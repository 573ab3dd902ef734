import sharp from 'sharp';

/** Every picture is read from a file; readers of buffers and of all other formats stay shut. */
const MAY_READ = [
  'VipsForeignLoadJpegFile',
  'VipsForeignLoadPngFile',
  'VipsForeignLoadWebpFile',
  // AVIF. HEIC shares its container, but the codec is not in the build.
  'VipsForeignLoadHeifFile',
];

/** What the server's own drawings need. They lie in memory, so opening these readers lets no uploaded file in. */
const FOR_DRAWING = ['VipsForeignLoadSvgBuffer', 'VipsForeignLoadPngBuffer'];
let drawing = 0;

/** Holds for the whole process: after this, sharp reads no SVG, GIF, TIFF or PDF anywhere in the server. */
export function limitDecoders(): void {
  sharp.block({ operation: ['VipsForeignLoad'] });
  sharp.unblock({ operation: drawing > 0 ? [...MAY_READ, ...FOR_DRAWING] : MAY_READ });
  sharp.cache(false);
  // One thread a picture: two pictures at once fill a small machine, and the rest of the server must breathe.
  sharp.concurrency(1);
}

/** Lets sharp paint SVG that the server itself wrote, as long as `work` runs. */
export async function whileDrawing<T>(work: () => Promise<T>): Promise<T> {
  drawing += 1;
  limitDecoders();
  try {
    return await work();
  } finally {
    drawing -= 1;
    limitDecoders();
  }
}
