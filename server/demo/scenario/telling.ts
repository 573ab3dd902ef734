import { addDays } from '../../../shared/days';
import { between, chanceOf } from '../drawings/chance';
import type { Ago, Entry, Happening, Key, Recorded } from './shape';

/** When in the day things are done: feeding rounds first, tests, then nets, then counting and measuring. Minutes after midnight. */
type Kind = Entry['kind'] | 'colony' | 'founders';
const MINUTE_OF: Partial<Record<Kind, number>> = {
  colony: 420,
  founders: 440,
  incident: 450,
  quarantineStarted: 470,
  treatmentStarted: 480,
  treatmentEnded: 485,
  waterTested: 500,
  seenWell: 530,
  spawnSeen: 545,
  holdingSeen: 550,
  holdCheck: 560,
  holdPlanned: 575,
  dominant: 590,
  sexSeen: 600,
  markSeen: 610,
  toldApart: 620,
  holdEnded: 660,
  broodFound: 665,
  stageCount: 690,
  headsOpened: 720,
  fishLeft: 740,
  headCounted: 780,
  headsLost: 810,
  headsCulled: 815,
  moved: 900,
  batchJoined: 930,
  batchSplit: 940,
  headLineReversed: 950,
  heldBack: 960,
  headsKept: 980,
  headsLeft: 1020,
  waterChanged: 1060,
  lengthSampled: 1090,
  photoTaken: 1110,
};

/** Kinds without an hour of their own. */
const ELSE_AT = 640;

/** Kinds that a helper does not record: what leaves the house and what is started. */
const NOT_BY_HELPER = new Set<string>([
  'headsLeft',
  'colony',
  'founders',
  'headLineReversed',
  'fishLeft',
  'treatmentStarted',
]);

const clock = (minute: number): string =>
  `${String(Math.floor(minute / 60)).padStart(2, '0')}:${String(minute % 60).padStart(2, '0')}`;

/** Who did it: mostly the keeper, the owner often, the helper in the afternoons. */
function handOf(kind: string, words: string): Key {
  const share = chanceOf(`${words} hand`)();
  if (share < 0.34) return 'account:nora';
  return share < 0.8 || NOT_BY_HELPER.has(kind) ? 'account:idris' : 'account:pim';
}

/** Writes a happening of the story into the fishroom's calendar. */
export function teller(today: string) {
  const day = (on: Ago): string => addDays(today, on);
  const when = (kind: Kind, on: Ago, words: string) => ({
    on: day(on),
    time: clock((MINUTE_OF[kind] ?? ELSE_AT) + Math.floor(between(chanceOf(`${words} ${on} minute`), 0, 9))),
    by: handOf(kind, `${words} ${on}`),
  });
  const entry = (on: Ago, words: string, content: Entry, more: Pick<Recorded, 'picture' | 'order'> = {}): Recorded => ({
    ...when(content.kind, on, words),
    what: 'entry',
    entry: content,
    ...more,
  });
  return { today, day, when, entry };
}
export type Teller = ReturnType<typeof teller>;

/** In order of day and time; what was told first goes first within a minute. */
export const inOrder = (happenings: Happening[]): Happening[] =>
  happenings
    .map((happening, i) => ({ happening, i }))
    .sort((a, b) => key(a.happening).localeCompare(key(b.happening)) || a.i - b.i)
    .map(({ happening }) => happening);

const key = ({ on, time }: Happening): string => `${on} ${time}`;
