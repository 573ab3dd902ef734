import type { PedigreeEntry } from './pedigree';
import { solveFamilies } from './solveFamilies';
import { sortPedigree } from './sortedPedigree';

/**
 * Inbreeding coefficient F (0 to 1) of every entry, by id: the chance that its two alleles at a locus are copies of one
 * ancestral allele; an exact expectation where parents are uncertain. Made for 100 000 animals: memory linear in the
 * pedigree, brood mates share the work. Wright 1922; indirect method of Colleau 2002; uncertain parents after Henderson 1988.
 * Throws a `PedigreeError`: cycle, duplicateId, unknownId, badWeight, noCandidates, keyConflict.
 */
export function inbreeding(pedigree: PedigreeEntry[]): Map<string, number> {
  const sorted = sortPedigree(pedigree);
  const { self } = solveFamilies(sorted);
  const found = new Map<string, number>();
  sorted.ids.forEach((id, row) => {
    const family = sorted.familyOf[sorted.nodeOf[row] ?? 0] ?? 0;
    found.set(id, 2 * (self[family] ?? 0) - 1);
  });
  return found;
}
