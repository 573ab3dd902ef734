import type { Response } from 'express';
import { notFound } from '../../shared/refusal';
import type { PictureSize } from './develop';
import { codeOf } from './refusals';
import type { PictureKey, Shelf } from './shelf';

const LONGEST_NAME = 100;

/** Headers of a served picture. `name` is what the browser calls it when it is saved, without an ending. */
function servingHeaders(name: string): Record<string, string> {
  return {
    'Content-Type': 'image/webp',
    'X-Content-Type-Options': 'nosniff',
    'Content-Security-Policy': "default-src 'none'; sandbox",
    'Cross-Origin-Resource-Policy': 'same-origin',
    // A stored picture never changes; only the browser that was let in may keep it, and signing out clears it.
    'Cache-Control': 'private, max-age=3600',
    'Content-Disposition': `inline; filename="picture.webp"; filename*=UTF-8''${encodedName(name)}.webp`,
  };
}

/** RFC 8187: percent-encoded UTF-8. Control characters, path separators and marks that turn the reading direction are dropped. */
function encodedName(name: string): string {
  const plain = name.replace(/[\p{Cc}\p{Cf}\p{Cs}/\\]/gu, '').trim();
  const letters = Array.from(plain).slice(0, LONGEST_NAME).join('') || 'picture';
  return encodeURIComponent(letters).replace(/['()*]/g, (c) => `%${c.charCodeAt(0).toString(16).toUpperCase()}`);
}

/** Answers with the picture, or 304; the caller has judged who asks. */
export async function sendPicture(
  shelf: Shelf,
  res: Response,
  { name, size, ...key }: PictureKey & { size: PictureSize; name: string },
): Promise<void> {
  const path = shelf.fileOf(key, size).slice(shelf.folder.length + 1);
  res.set({ ...servingHeaders(name), ETag: `"${key.id}-${size}"` });
  await new Promise<void>((sent, failed) => {
    // The root keeps `send` from judging the folders above it, which may begin with a dot.
    res.sendFile(path, { root: shelf.folder, cacheControl: false, lastModified: false }, (error) =>
      error && !res.headersSent ? failed(error) : sent(),
    );
  }).catch((error: unknown) => {
    for (const header of ['ETag', 'Content-Disposition']) res.removeHeader(header);
    throw codeOf(error) === 'ENOENT' ? notFound('That picture') : error;
  });
}
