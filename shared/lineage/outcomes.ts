import { whole } from '../badValue';
import { inbreeding } from './inbreeding';
import type { PedigreeEntry } from './pedigree';
import { PedigreeError } from './pedigreeError';
import { assignedKinships, type PossibleAncestry, possibleAncestry } from './possibleAncestry';

/** Outcomes closer than this are one: they differ by rounding only. */
const SAME = 1e-12;

/** A table among this many takes 400 MB. */
const MOST_ANCESTORS = 10_000;

const tooManyAncestors = (id: string) =>
  new PedigreeError('tooLarge', [id], `${id} has too many possible ancestors to list what its F may be`);

/**
 * Every value that F of `id` takes over the uncertain draws among its possible ancestors, its own included, from low to
 * high, with the probability of each (they sum to 1; the mean is the expected F). An assignment settles every draw: one
 * candidate for each `oneOf` key, one pair for each `mixed` or `from` entry; listed one by one, weighted by the product of its
 * chances. `null` when there are more than `limit` assignments: then only the expected F can be given.
 * Throws a `PedigreeError` as `kinship` does, a `BadValue` for a limit that is not a whole number from 1.
 */
export function inbreedingOutcomes(
  pedigree: PedigreeEntry[],
  id: string,
  limit = 4_096,
): { f: number; probability: number }[] | null {
  whole('limit', limit, 1);
  const ancestry = possibleAncestry(pedigree, id);
  const draws = ancestry.options.flatMap((options, place) => (options.length > 1 ? [place] : []));
  const assignments = draws.reduce((count, place) => count * (ancestry.options[place]?.length ?? 1), 1);
  if (assignments > limit) return null;
  if (draws.length === 0) return [{ f: inbreeding(pedigree).get(id) ?? 0, probability: 1 }];
  if (ancestry.options.length > MOST_ANCESTORS) throw tooManyAncestors(id);
  return merged(everyOutcome(ancestry, draws));
}

/** Counts through the assignments with the youngest draw turning fastest, so that most steps change a few animals only. */
function everyOutcome(ancestry: PossibleAncestry, draws: number[]): { f: number; probability: number }[] {
  const { options } = ancestry;
  const kinships = assignedKinships(ancestry);
  const choice = options.map(() => 0);
  const found: { f: number; probability: number }[] = [];
  for (let changed: number | undefined = 0; changed !== undefined; changed = nextAssignment(choice, draws, options)) {
    const f = kinships.fOf(choice, changed);
    const probability = draws.reduce((product, place) => {
      return product * (options[place]?.[choice[place] ?? 0]?.weight ?? 0);
    }, 1);
    found.push({ f, probability });
  }
  return found;
}

/** Turns to the next assignment and tells the oldest place that changed; `undefined` after the last one. */
function nextAssignment(choice: number[], draws: number[], options: { length: number }[]): number | undefined {
  for (const place of draws.toReversed()) {
    const next = (choice[place] ?? 0) + 1;
    choice[place] = next < (options[place]?.length ?? 1) ? next : 0;
    if (choice[place] !== 0) return place;
  }
  return undefined;
}

function merged(outcomes: { f: number; probability: number }[]): { f: number; probability: number }[] {
  const distinct: { f: number; probability: number }[] = [];
  for (const { f, probability } of outcomes.sort((a, b) => a.f - b.f)) {
    const last = distinct.at(-1);
    if (last && f - last.f <= SAME) last.probability += probability;
    else distinct.push({ f, probability });
  }
  return distinct;
}
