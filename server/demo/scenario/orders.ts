import type { PublicPage } from '../../../shared/buyers/offers';
import { addDays, type Day } from '../../../shared/days';
import type { Ago, Key, Listing, Order, Request } from './shape';

/** Cents a fish by strain: what a keeper of these species might ask (common practice, no source). */
const CENTS = { MOIL: 2400, LEMP: 1400, MEUT: 1500, ESMI: 900, CALI: 800, CATE: 1600 } as const;

type Paid = Order['payments'][number]['method'];

/** Orders that were fetched: buyer, day the heads left, brood, heads, price of one. */
const FETCHED: readonly (readonly [
  number,
  string,
  Ago,
  string,
  number,
  number,
  Paid,
  ('collected' | 'sent' | 'closed')?,
])[] = [
  [1001, 'quay', -542, 's1', 6, CENTS.ESMI, 'transfer'],
  [1002, 'torvund', -403, 'l1', 3, CENTS.LEMP, 'cash'],
  [1003, 'rowse', -344, 'm1', 3, CENTS.MOIL, 'cash'],
  [1004, 'odile', -393, 'l2', 6, CENTS.LEMP, 'card'],
  [1005, 'halvard', -400, 'e1', 10, CENTS.MEUT, 'transfer'],
  [1006, 'quay', -360, 'e1', 8, CENTS.MEUT, 'transfer'],
  [1007, 'quay', -270, 'a1', 20, CENTS.CATE - 300, 'transfer'],
  [1008, 'jun', -250, 'e2', 12, CENTS.MEUT, 'card'],
  [1009, 'torvund', -165, 'm2', 4, CENTS.MOIL, 'card'],
  [1010, 'quay', -220, 'a1', 18, CENTS.CATE - 300, 'transfer'],
  [1011, 'odile', -45, 'e3', 9, CENTS.MEUT, 'card', 'sent'],
  [1012, 'wanda', -128, 'a1', 6, CENTS.CATE, 'cash'],
  [1013, 'halvard', -235, 's3', 8, CENTS.ESMI, 'cash'],
  [1014, 'quay', -229, 'f1', 10, CENTS.ESMI - 200, 'transfer'],
  [1015, 'quay', -180, 's4', 12, CENTS.ESMI - 200, 'transfer'],
  [1016, 'jun', -430, 'c1', 4, CENTS.CALI, 'cash'],
  [1017, 'rowse', -22, 'a2', 10, CENTS.CATE, 'card', 'collected'],
];

type OpenOrder = Omit<
  Order,
  'key' | 'madeOn' | 'reservedUntil' | 'handOverAt' | 'lines' | 'payments' | 'messages' | 'buyer'
> & {
  buyer: string;
  made: Ago;
  until?: Ago;
  handOver?: readonly [Ago, string];
  lines: readonly (readonly [brood: string, heads: number, centsEach: number])[];
  deposit?: readonly [Ago, Paid];
  refunded?: Ago;
  messages?: readonly (readonly [Ago, 'buyer' | 'us', string])[];
};

const OPEN: OpenOrder[] = [
  {
    number: 1018,
    buyer: 'torvund',
    state: 'depositPaid',
    made: -16,
    until: 14,
    handOver: [6, '10:00'],
    lines: [['m3', 4, CENTS.MOIL]],
    depositCents: 2880,
    deposit: [-14, 'card'],
    cancelledBecause: null,
    messages: [
      [-16, 'buyer', 'Could the four be from the larger ones?'],
      [-15, 'us', 'Yes, they will be sorted the day before.'],
    ],
  },
  {
    number: 1019,
    buyer: 'halvard',
    state: 'ready',
    made: -12,
    until: 3,
    handOver: [0, '16:30'],
    lines: [['l4', 5, CENTS.LEMP]],
    depositCents: 2100,
    deposit: [-11, 'card'],
    cancelledBecause: null,
    messages: [[-2, 'us', 'They are in a tank of their own since Monday and eat well. Please bring a box with a lid.']],
  },
  {
    number: 1020,
    buyer: 'quay',
    state: 'depositAsked',
    made: -3,
    until: 4,
    lines: [
      ['e3', 12, CENTS.MEUT - 300],
      ['a2', 12, CENTS.CATE - 300],
    ],
    depositCents: 9000,
    cancelledBecause: null,
  },
  {
    number: 1021,
    buyer: 'wanda',
    state: 'reserved',
    made: -2,
    until: 5,
    lines: [['c3', 6, CENTS.CALI]],
    depositCents: null,
    cancelledBecause: null,
  },
  {
    number: 1022,
    buyer: 'jun',
    state: 'requested',
    made: -1,
    lines: [['a2', 6, CENTS.CATE]],
    depositCents: null,
    cancelledBecause: null,
    messages: [[-1, 'buyer', 'Are they black already, and can you send?']],
  },
  {
    number: 1023,
    buyer: 'odile',
    state: 'cancelled',
    made: -40,
    lines: [['s5', 6, CENTS.ESMI]],
    depositCents: 1620,
    deposit: [-38, 'card'],
    refunded: -30,
    cancelledBecause: 'Her tank is not ready before summer',
  },
];

export function ordersOn(today: Day): Order[] {
  const day = (on: Ago): Day => addDays(today, on);
  const fetched = FETCHED.map(([number, buyer, on, brood, heads, each, method, state = 'closed']): Order => {
    const cents = heads * each;
    return {
      key: `order:${number}`,
      number,
      buyer: `buyer:${buyer}`,
      state,
      madeOn: day(on - 9),
      handOverAt: `${day(on)}T17:00`,
      reservedUntil: null,
      lines: [{ brood: `brood:${brood}`, heads, cents }],
      depositCents: null,
      payments: [{ kind: 'balance', method, cents, on: day(on) }],
      messages: [],
      cancelledBecause: null,
    };
  });
  const open = OPEN.map(
    ({ buyer, made, until, handOver, lines, deposit, refunded, messages = [], ...order }): Order => {
      const paid = order.depositCents ?? 0;
      return {
        ...order,
        key: `order:${order.number}`,
        buyer: `buyer:${buyer}`,
        madeOn: day(made),
        reservedUntil: until === undefined ? null : day(until),
        handOverAt: handOver ? `${day(handOver[0])}T${handOver[1]}` : null,
        lines: lines.map(([brood, heads, each]) => ({ brood: `brood:${brood}`, heads, cents: heads * each })),
        payments: [
          ...(deposit ? [{ kind: 'deposit', method: deposit[1], cents: paid, on: day(deposit[0]) } as const] : []),
          ...(refunded === undefined
            ? []
            : [{ kind: 'refund', method: 'card', cents: -paid, on: day(refunded) } as const]),
        ],
        messages: messages.map(([on, from, body]) => ({ fromBuyer: from === 'buyer', on: day(on), body })),
      };
    },
  );
  return [...fetched, ...open];
}

/** What the public page says besides the fish. */
export const PUBLIC_PAGE: Omit<PublicPage, 'photoId'> = {
  words:
    'Mouthbrooders of the three lakes, bred here, each brood with its lineage sheet. Collection, or by courier in the warm months.',
  contact: 'fish@underhill.example',
};

/** The picture beside them. */
export const COVER: Key = 'photo:colony MOIL-A -180';

/** What is shown on the public page; a possible hybrid is not offered. */
export const LISTINGS: Listing[] = [
  { brood: 'brood:m3', classes: [{ fromTenthsMm: 400, cents: CENTS.MOIL }], note: 'Groups of four or more' },
  { brood: 'brood:l4', classes: [{ fromTenthsMm: 350, cents: CENTS.LEMP }], note: null },
  { brood: 'brood:l5', classes: [{ fromTenthsMm: 350, cents: CENTS.LEMP }], note: null },
  {
    brood: 'brood:e3',
    classes: [
      { fromTenthsMm: 400, cents: CENTS.MEUT },
      { fromTenthsMm: 600, cents: CENTS.MEUT + 500 },
    ],
    note: null,
  },
  { brood: 'brood:a2', classes: [{ fromTenthsMm: 350, cents: CENTS.CATE }], note: null },
  {
    brood: 'brood:c3',
    classes: [{ fromTenthsMm: 300, cents: CENTS.CALI }],
    note: 'Origin not known: sold at an auction as Lion’s Cove',
  },
  {
    brood: 'brood:s5',
    classes: [{ fromTenthsMm: 300, cents: CENTS.ESMI }],
    note: 'Parents closely related: not for breeding among themselves',
  },
];

const WAITING: readonly {
  id: string;
  buyer: Key;
  made: Ago;
  of: Key;
  heads?: number;
  tenthsMm?: number;
  words: string | null;
}[] = [
  {
    id: 'r1',
    buyer: 'buyer:rowse',
    made: -33,
    of: 'strain:MOIL',
    tenthsMm: 500,
    words: 'Eight, unsexed, if possible of two broods',
  },
  { id: 'r2', buyer: 'buyer:school', made: -20, of: 'strain:CALI', tenthsMm: 400, words: null },
  { id: 'r3', buyer: 'buyer:wanda', made: -8, of: 'strain:LEMP', tenthsMm: 500, words: 'Two males with yellow tails' },
  {
    id: 'r4',
    buyer: 'buyer:halvard',
    made: -5,
    of: 'brood:e4',
    heads: 8,
    words: 'When they are large enough to travel',
  },
];

export const requestsOn = (today: Day): Request[] =>
  WAITING.map(({ id, buyer, made, of, heads, tenthsMm, words }) => ({
    key: `request:${id}`,
    buyer,
    madeOn: addDays(today, made),
    heads: heads ?? null,
    lengthTenthsMm: tenthsMm ?? null,
    words,
    ...(of.startsWith('brood:') ? { kind: 'fish', brood: of } : { kind: 'notice', strain: of }),
  }));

◇ ◇ ◇

• **Work instruction**
Beginning at the line above that contains "has too many", return each line exactly through the line that contains "from low to", and no others.

• **Answer section**
  new PedigreeError('tooLarge', [id], `${id} has too many possible ancestors to list what its F may be`);

/**
 * Every value that F of `id` takes over the uncertain draws among its possible ancestors, its own included, from low to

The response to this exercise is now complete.